_YOUR INSTRUCTIONS_
The answer is to contain only the line containing "const created = await" and the lines after it through the last one, each reproduced exactly as it appears below.

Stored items
________________________________________
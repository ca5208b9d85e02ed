import { userCreateSchema } from '../../../../shared/schemas/user'
import { Organization } from '../../../models/Organization'
import { User } from '../../../models/User'
import { requireRole } from '../../../utils/access'
import { recordAudit, snapshot } from '../../../utils/audit'
import { userDTO } from '../../../utils/present'
import { inTransaction } from '../../../utils/transaction'
import { parseWith } from '../../../utils/validation'
import { assertActiveOrganization } from '../../../utils/organizations'

export default defineEventHandler(async (event) => {
  const admin = await requireRole(event, 'admin')
  const input = await readValidatedBody(event, parseWith(userCreateSchema))
  const passwordHash = await hashPassword(input.password)
  const user = await inTransaction(async (t) => {
    if (input.organizationId) await assertActiveOrganization(input.organizationId, t)
    const created = await User.create(
      { email: input.email, name: input.name, role: input.role, organizationId: input.organizationId ?? null, passwordHash },
      { transaction: t },
    )
    await recordAudit(t, { userId: admin.id, action: 'create', entity: 'User', entityId: created.id, after: snapshot(created) })
    return created
  })
  await user.reload({ include: [{ model: Organization, as: 'organization' }] })
  setResponseStatus(event, 201)
  return userDTO(user)
})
________________________________________
_ANSWER SECTION_
    const created = await User.create(
      { email: input.email, name: input.name, role: input.role, organizationId: input.organizationId ?? null, passwordHash },
      { transaction: t },
    )
    await recordAudit(t, { userId: admin.id, action: 'create', entity: 'User', entityId: created.id, after: snapshot(created) })
    return created
  })
  await user.reload({ include: [{ model: Organization, as: 'organization' }] })
  setResponseStatus(event, 201)
  return userDTO(user)
})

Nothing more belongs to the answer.